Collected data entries
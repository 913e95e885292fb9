"""The pages about rules and facts say what the rules and facts say, and no rule is left out."""

from __future__ import annotations

from pathlib import Path

from verify.resources import shipped
from verify.rulebook.facts import FACTS, GROUPS_OF_SCOPE
from verify.rulebook.pages import GROUPS, facts_page, rules_page
from verify.rulebook.source import load_rulebook

REWRITE = "rewrite the pages with: python -m verify.rulebook.pages"


def _page(name: str) -> str:
    return (Path(str(shipped())) / name).read_text(encoding="utf-8")


def test_pages_are_up_to_date() -> None:
    assert _page("FACTS.md") == facts_page(), REWRITE
    assert _page("README.md") == rules_page(), REWRITE


def test_every_rule_and_limit_is_listed_once() -> None:
    page, rulebook = rules_page(), load_rulebook("registration")
    for rule in rulebook.rules:
        assert page.count(f"[`{rule.id}`]") == 1
    for limit in rulebook.policy.limits:
        assert page.count(f"`limits.{limit}`") == 1


def test_every_fact_is_listed_once_with_its_meaning() -> None:
    page = facts_page()
    assert list(GROUPS) == list(FACTS)
    for group, facts in FACTS.items():
        for name, fact in facts.items():
            assert page.count(f"| `{group}.{name}` | {fact.type} | {fact.unit} |") == 1
            assert len(fact.meaning) >= 8, f"{group}.{name}"
    assert {g for groups in GROUPS_OF_SCOPE.values() for g in groups} == {*FACTS, "limits"}


def test_no_cell_breaks_its_table() -> None:
    for page in (facts_page(), rules_page()):
        width = 0
        for line in page.splitlines():
            cells = line.replace(r"\|", "").count("|")
            assert not width or not cells or cells == width or line.startswith("| --- "), line
            width = cells
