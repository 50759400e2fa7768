"""The nu-gap and the stability margin: published values, brute force on the axis, and what theory says of them."""

from __future__ import annotations

import math
from dataclasses import replace

import numpy as np
import pytest
from channels import closed, respond, scan, transfer
from hypothesis import assume, given, settings
from hypothesis import strategies as st
from scipy.signal import cont2discrete, tf2ss

from linverify.core.outcome import Outcome
from linverify.numerics.gap import Gap, nu_gap, stability_margin
from linverify.numerics.multiloop import around
from linverify.numerics.transfer import Transfer

ONE = np.ones(1)


def fraction(top: list[float], below: list[float]) -> Transfer:
    return Transfer(*tf2ss(top, below))


def gain(D: np.ndarray) -> Transfer:
    k, m = D.shape
    return Transfer(np.zeros((0, 0)), np.zeros((0, m)), np.zeros((k, 0)), D)


def gap(one: Transfer, other: Transfer) -> Gap:
    k, m = one.D.shape
    return nu_gap(one, other, np.ones(m), np.ones(k))


# K. Astrom & R. Murray, Feedback Systems, chapter on robust performance (value from memory); K. Zhou & J. Doyle,
# Essentials of Robust Control, gap and nu-gap chapter (value from memory); the last row is derived.
@pytest.mark.parametrize(
    ("one", "other", "printed", "within", "exact"),
    [
        (fraction([1], [1, 0]), fraction([1], [1, 0.1]), 0.0995, 5e-5, 0.1 / math.sqrt(1.01)),
        (fraction([100], [2, 1]), fraction([100], [2, -1]), 0.02, 5e-3, 200.0 / 10001.0),
        (fraction([100], [2, 1]), fraction([100], [1, 2, 1]), 0.8988, 5e-5, 0.898769),
        (fraction([1, -1], [1, 1]), fraction([2, -1], [1, 1]), 1.0 / math.sqrt(10.0), 1e-9, 1.0 / math.sqrt(10.0)),
        (fraction([0.5], [1, 1]), fraction([0.5], [1, -1]), 1.0, 0.0, 1.0),
    ],
)
def test_published(one: Transfer, other: Transfer, printed: float, within: float, exact: float) -> None:
    found = gap(one, other)
    assert found.outcome is Outcome.DONE
    assert found.value == pytest.approx(printed, abs=max(within, 1e-12))
    assert found.value == pytest.approx(exact, rel=1e-6)
    assert found.winding == (exact < 1.0)
    assert gap(other, one).value == pytest.approx(found.value, rel=1e-9)
    # the bilinear image in z has the same distance
    sampled = [
        Transfer(*cont2discrete((each.A, each.B, each.C, each.D), 0.01, method="bilinear")[:4], step=0.01)
        for each in (one, other)
    ]
    assert gap(*sampled).value == pytest.approx(found.value, rel=1e-6)


def test_frequency_of_the_supremum() -> None:
    assert gap(fraction([100], [2, 1]), fraction([100], [1, 2, 1])).frequency == pytest.approx(19.545, abs=1e-3)
    assert gap(fraction([1, -1], [1, 1]), fraction([2, -1], [1, 1])).frequency == math.inf
    assert gap(fraction([1], [1, 0]), fraction([1], [1, 0.1])).frequency == pytest.approx(0.0, abs=1e-3)


def test_gains_alone() -> None:
    """Chords of the sphere: |1 - 3| / sqrt(2 * 10)."""
    assert gap(gain(np.array([[1.0]])), gain(np.array([[3.0]]))).value == pytest.approx(2.0 / math.sqrt(20.0))
    assert gap(gain(np.array([[2.0]])), gain(np.array([[-0.5]]))).value == 1.0  # 1 + 2 (-0.5) = 0: the graphs touch


def test_sizes_scale_first() -> None:
    one, other = fraction([1, 1], [1, 3]), fraction([1.4, 0.4], [1, 3])
    scaled = nu_gap(one, other, np.array([10.0]), np.array([2.0]))
    assert scaled.value == pytest.approx(gap(fraction([5, 5], [1, 3]), fraction([7, 2], [1, 3])).value, rel=1e-12)
    assert scaled.value != pytest.approx(gap(one, other).value, rel=1e-3)


def test_hidden_integrator_changes_nothing() -> None:
    """A heading that no output shows."""
    one, other = fraction([1], [1, 1]), fraction([1.2], [1, 1])
    A = np.block([[one.A, np.zeros((1, 1))], [np.ones((1, 1)), np.zeros((1, 1))]])
    more = Transfer(A, np.vstack([one.B, [[0.0]]]), np.hstack([one.C, [[0.0]]]), one.D)
    assert gap(more, other).value == pytest.approx(gap(one, other).value, rel=1e-9)


def test_dead_times() -> None:
    one, other = fraction([1], [1, 1]), fraction([1.2], [1, 1])
    late = [replace(each, delay=0.3) for each in (one, other)]
    assert gap(*late).value == pytest.approx(gap(one, other).value, rel=1e-12)
    assert gap(one, late[1]).outcome is Outcome.DEAD_TIMES
    assert not gap(one, late[1]).value < 1.0


def test_what_does_not_fit_is_refused() -> None:
    with pytest.raises(ValueError, match="do not fit"):
        gap(gain(np.ones((1, 1))), gain(np.ones((1, 2))))
    with pytest.raises(ValueError, match="do not fit"):
        stability_margin(gain(np.ones((1, 2))), gain(np.ones((1, 2))), np.ones(2), ONE)


def brute(one: Transfer, other: Transfer) -> tuple[float, bool]:
    """The largest chord between the graphs, and the winding condition by the turns of det(1 + P2~ P1) on a fine scan.

    Upwards along the axis det turns once for each unstable pole of P1 beyond those of P2, none of them on the axis
    (Vinnicombe 1993).
    """
    poles = np.concatenate([np.linalg.eigvals(one.A), np.linalg.eigvals(other.A)])
    omega = scan(poles, 1e-5, 1e6, 20000)
    graphs = []
    for each in (one, other):
        P = respond(each, omega)
        eye = np.broadcast_to(np.eye(P.shape[2]), (len(omega), P.shape[2], P.shape[2]))
        graphs.append((P, np.linalg.qr(np.concatenate([P, eye], axis=1))[0]))
    (P1, Q1), (P2, Q2) = graphs
    cosine = np.linalg.svd(np.conj(np.swapaxes(Q2, 1, 2)) @ Q1, compute_uv=False)[:, -1]
    chord = float(np.sqrt(np.maximum(0.0, 1.0 - cosine**2)).max())
    turns = np.linalg.det(np.eye(P1.shape[2]) + np.conj(np.swapaxes(P2, 1, 2)) @ P1)
    phase = np.unwrap(np.angle(turns))
    winding = 2.0 * (phase[-1] - phase[0]) / (2.0 * math.pi)  # the lower half of the axis mirrors the upper
    number = [int(np.sum(np.linalg.eigvals(each.A).real > 0)) for each in (one, other)]
    assert abs(winding - round(winding)) < 0.05
    return chord, round(winding) == number[0] - number[1]


def near(rng: np.random.Generator, one: Transfer, share: float) -> Transfer:
    """A model whose entries are off by a share."""
    A, B, C, D = (each * (1.0 + share * rng.normal(size=each.shape)) for each in (one.A, one.B, one.C, one.D))
    return Transfer(A, B, C, D)


@pytest.mark.parametrize("seed", [*range(18), *(pytest.param(seed, marks=pytest.mark.slow) for seed in range(18, 150))])
def test_against_chords_and_turns_on_a_scan(seed: int) -> None:
    rng = np.random.default_rng(seed)
    k, m = rng.integers(1, 4, 2)
    one = transfer(rng, int(rng.integers(1, 7)), k, m, 0.1, 0.3, float(rng.integers(0, 2)))
    other = near(rng, one, 10 ** rng.uniform(-2.0, 0.0))
    if seed % 3 == 0:
        other = transfer(rng, int(rng.integers(1, 7)), k, m, 0.1, 0.3)
    found = gap(one, other)
    chord, holds = brute(one, other)
    assert found.outcome is Outcome.DONE
    assert found.winding == holds
    if not holds:
        assert found.value == 1.0
        return
    assert found.value >= chord - 1e-9
    assert found.value == pytest.approx(chord, rel=1e-4)


def test_both_answers_of_the_winding_condition_are_met() -> None:
    rng = np.random.default_rng(1)
    answers = {brute(*(transfer(rng, 3, 2, 2, 0.1, 0.4) for _ in range(2)))[1] for _ in range(6)}
    assert answers == {True, False}


# --- what theory says ---------------------------------------------------------------------------------------------

seeds = st.integers(min_value=0, max_value=10**6)


def family(seed: int) -> tuple[Transfer, Transfer, Transfer]:
    """Three models of two inputs and two outputs, not far from each other."""
    rng = np.random.default_rng(seed)
    one = transfer(rng, 4, 2, 2, 0.02, 0.2, 0.3)
    share = 10 ** rng.uniform(-3.0, -0.5)
    return one, near(rng, one, share), near(rng, one, share)


@settings(max_examples=20, deadline=None, derandomize=True)
@given(seeds)
def test_a_metric(seed: int) -> None:
    one, two, three = family(seed)
    with np.errstate(all="ignore"):
        ab, bc, ac = gap(one, two), gap(two, three), gap(one, three)
        assert gap(two, one).value == pytest.approx(ab.value, rel=1e-6)
    assert ac.value <= ab.value + bc.value + 1e-6
    assert all(0.0 <= each.value <= 1.0 for each in (ab, bc, ac))


@settings(max_examples=15, deadline=None, derandomize=True)
@given(seeds)
def test_other_coordinates_of_the_states_are_the_same_model(seed: int) -> None:
    one, _, _ = family(seed)
    rng = np.random.default_rng(seed)
    T = np.linalg.qr(rng.normal(size=(4, 4)))[0] * 10 ** rng.uniform(-2.0, 2.0, 4)
    other = replace(one, A=np.linalg.solve(T, one.A @ T), B=np.linalg.solve(T, one.B), C=one.C @ T)
    with np.errstate(all="ignore"):
        found = gap(one, other)
    assert found.value <= 1e-6 + found.error
    assert found.winding


@settings(max_examples=40, deadline=None, derandomize=True)
@given(seeds)
def test_a_loop_keeps_its_margin_to_within_the_gap(seed: int) -> None:
    """|arcsin b(P1, C) - arcsin b(P2, C)| <= arcsin gap (Vinnicombe 1993), b being zero for unstable loops."""
    one, other, _ = family(seed)
    controller = transfer(np.random.default_rng(seed + 1), 2, 2, 2, 0.3, 0.0, 0.2)
    sizes = np.ones(2)
    with np.errstate(all="ignore"):
        first, second = (stability_margin(each, controller, sizes, sizes) for each in (one, other))
        distance = gap(one, other)
    assume(first.outcome.done and second.outcome.done and distance.outcome.done)
    change = abs(math.asin(min(1.0, first.value)) - math.asin(min(1.0, second.value)))
    if max(first.value, second.value) > distance.value:
        assert change <= math.asin(distance.value) + 1e-5
        assert min(first.value, second.value) > 0.0


# --- the stability margin -----------------------------------------------------------------------------------------


def test_margin_of_an_integrator() -> None:
    """P = 1/s, K = 1: [P; 1] (1 + K P)^-1 [K 1] has norm sqrt(1 + |P|^2) sqrt(2) / |1 + P|, at most sqrt 2."""
    found = stability_margin(fraction([1], [1, 0]), gain(np.array([[1.0]])), ONE, ONE)
    omega = np.geomspace(1e-6, 1e6, 200001)
    P = 1.0 / (1j * omega)
    assert found.value == pytest.approx(
        1.0 / float((np.sqrt(2.0 * (1 + np.abs(P) ** 2)) / np.abs(1 + P)).max()), rel=1e-6
    )


def test_margin_is_zero_for_unstable_loops_and_for_the_wrong_sign() -> None:
    plant = fraction([1], [1, -1])
    assert stability_margin(plant, gain(np.array([[3.0]])), ONE, ONE).value > 0.3
    assert stability_margin(plant, gain(np.array([[-3.0]])), ONE, ONE).value == 0.0
    assert stability_margin(plant, gain(np.array([[0.5]])), ONE, ONE).value == 0.0


def test_margin_of_loops_without_answer() -> None:
    plant = fraction([1, 0], [1, 1])
    assert stability_margin(plant, gain(np.array([[-1.0]])), ONE, ONE).outcome is Outcome.ILL_POSED
    late = replace(plant, delay=0.1)
    assert stability_margin(late, gain(np.array([[0.5]])), ONE, ONE).outcome is Outcome.DEAD_TIMES


@pytest.mark.parametrize("seed", range(10))
def test_margin_against_a_scan(seed: int) -> None:
    rng = np.random.default_rng(seed)
    plant, controller = transfer(rng, 4, 2, 3, 0.05, 0.0), transfer(rng, 3, 3, 2, 0.3, 0.0, 0.1)
    controller = replace(controller, C=0.05 * controller.C)
    inputs, outputs = 10 ** rng.uniform(-1, 1, 3), 10 ** rng.uniform(-1, 1, 2)
    found = stability_margin(plant, controller, inputs, outputs)
    poles = closed(around(plant, controller))
    if poles.real.max() >= 0.0:
        assert found.value == 0.0
        return
    omega = scan(poles)
    P = respond(plant, omega) * inputs / outputs[:, np.newaxis]
    K = respond(controller, omega) * outputs / inputs[:, np.newaxis]
    eye = np.broadcast_to(np.eye(3), (len(omega), 3, 3))
    inner = np.linalg.solve(eye + K @ P, np.concatenate([K, eye], axis=2))
    size = np.linalg.svd(np.concatenate([P, eye], axis=1) @ inner, compute_uv=False)[:, 0].max()
    assert found.value <= 1.0 / size * (1.0 + 1e-9)
    assert found.value == pytest.approx(1.0 / size, rel=1e-3)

Required work: Write out word for word only the lines from the start of the entries down to the line with "from verify.resources import shipped", please, including both ends.

Reply to the task:
repository 913e95e885292fb9
"""The pages about rules and facts say what the rules and facts say, and no rule is left out."""

from __future__ import annotations

from pathlib import Path

from verify.resources import shipped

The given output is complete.